Abigail Johnson, chief executive officer of Fidelity Investments, and Shopify Inc. founder Tobias Lütke have joined as new investors in Breakthrough Energy Ventures, the clean-tech fund led by Bill Gates.

Launched in 2016, BEV is one of the largest financiers of companies working on technologies to cut emissions. The fund’s first round raised $1 billion and backed 45 startups, which work on everything from batteries to low-emissions fertilizers. Its investors featured billionaires including Jeff Bezos of Amazon Inc., Jack Ma of Alibaba Group Holding Ltd., and Michael R. Bloomberg, founder of Bloomberg LP.

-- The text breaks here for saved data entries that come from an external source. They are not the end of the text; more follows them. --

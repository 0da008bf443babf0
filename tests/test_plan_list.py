"""Orders planned as one list: balances, corridors, where the risk comes from, what is refused."""

from __future__ import annotations

import json
from dataclasses import replace
from pathlib import Path
from typing import Any

import numpy as np
import pandas as pd
import pytest
from click.testing import Result

from scheduler import Finish, InfeasibleError, InputError, MisuseError, Plan, plan, read_settings
from scheduler.balances import list_law
from scheduler.settings import Settings
from tests.cli.running import EXAMPLES, Put, run
from tests.desk import DAY, Row, name, slices, task
from tests.samples import csv_text

SYMBOLS = ("OAK", "ELM", "ASH", "FIR", "YEW", "BAY")
SIDES = ("buy", "sell", "buy", "sell", "sell", "buy")
QUANTITY = (40_000, 30_000, 5_000, 50_000, 6_000, 26_000)
PRICE = (50.0, 64.5, 120.0, 21.4, 88.0, 33.3)
FX = (1.0, 1.0, 1.25, 1.0, 1.25, 1.0)
GROUP = ("home", "home", "abroad", "home", "abroad", "home")
EXPOSURES = pd.DataFrame(
    {
        "symbol": SYMBOLS,
        "market": [1.1, 0.9, 1.0, 1.2, 0.8, 1.0],
        "size": [0.2, -0.4, 0.9, 0.0, -1.1, 0.5],
    }
)
COVARIANCE = pd.DataFrame(
    {"factor": ["market", "size"], "market": [1.2e-4, -1e-5], "size": [-1e-5, 3e-5]}
)
RISK = {"exposures": EXPOSURES, "factor_covariance": COVARIANCE}
SIGNED = np.array([1 if side == "buy" else -1 for side in SIDES]) * np.array(FX) * PRICE
GROSS = float(np.abs(SIGNED) @ QUANTITY)


def rows(**columns: Any) -> list[Row]:
    """Six orders; columns of the orders table for all of them."""
    return [
        task(quantity, symbol=symbol, side=side) | columns
        for symbol, side, quantity in zip(SYMBOLS, SIDES, QUANTITY, strict=True)
    ]
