#[test]
fn an_interrupted_cut_loads_by_its_share_and_shakes_the_speed() {
    let mut lathe = running(LatheSpec::default().without_losses(), 500.0);
    lathe.cut(cut(
        20.0,
        Engagement::Interrupted {
            times: 2,
            share: 0.25,
        },
    ));
    run(&mut lathe, 6.0);
    let segments = run(&mut lathe, 8.0);
    let (mut low, mut high, mut sum) = (f64::MAX, f64::MIN, 0.0);
    for segment in &segments {
        low = low.min(segment.speed);
        high = high.max(segment.speed);
        sum += segment.speed;
    }
    let mean = sum / segments.len() as f64 * 60.0;
    let mut even = running(LatheSpec::default().without_losses(), 500.0);
    even.cut(steady(5.0));
    run(&mut even, 8.0);
    assert!((mean / even.smooth_rpm() - 1.0).abs() < 0.002, "{mean}");
    assert!((high - low) / high > 0.005, "{low} {high}");
}

#[test]
fn a_jog_is_short() {
    let mut lathe = Lathe::new(LatheSpec::default(), 1);
    lathe.select(250.0);
    lathe.jog(MotorSwitch::Forward, Duration::from_micros(150_300));
    run(&mut lathe, 0.15);
    assert_eq!(lathe.switch(), MotorSwitch::Forward);
    let rising = lathe.smooth_rpm();
    assert!(rising > 20.0);
    let segments = run(&mut lathe, 6.0);
    assert_eq!(lathe.switch(), MotorSwitch::Off);
    // It slows from the very end of the jog on.
    let off = segments.iter().find(|s| s.accel < 0.0).unwrap();
    assert_eq!(off.start, Instant::from_nanos(150_300_000));
    assert_eq!(lathe.smooth_rpm(), 0.0);
}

Last month, BEV closed a new round of another $1 billion with an aim to invest in as many as 50 startups. Aside from Johnson and Lütke, four other new investors joined. They are John Sobrato, a real-estate billionaire; Seth Klarman, chief executive officer of hedge fund Baupost Group; Chris Stolte, founder of Tableau Software Inc.; and Ben Walton, the grandson of Walmart Inc. founder Sam Walton.

Most but not all the investors in BEV’s first round participated in the second round. A spokesperson for BEV declined to say who dropped out.

The first clean-tech boom between 2006 and 2011 proved disappointing for Silicon Valley investors who limited their involvement to startups in renewable electricity, biofuels and electric vehicles.

Funds like BEV and Prime Coalition have expanded the technology portfolio, with investments in lithium extraction and carbon capture. As the urgency of addressing climate change has grown, these funds have also brought in a wider group of wealthy individuals and family foundations.

BEV also takes a longer view of whether the investments pay off. In an interview earlier this month, Gates told Bloomberg Green that BEV is so new that “there’s no economic signal” yet to assess whether the fund is doing well. “It’s the quality of the teams. It’s the potential of the ideas,” Gates said. “And whether these companies would have happened without us.”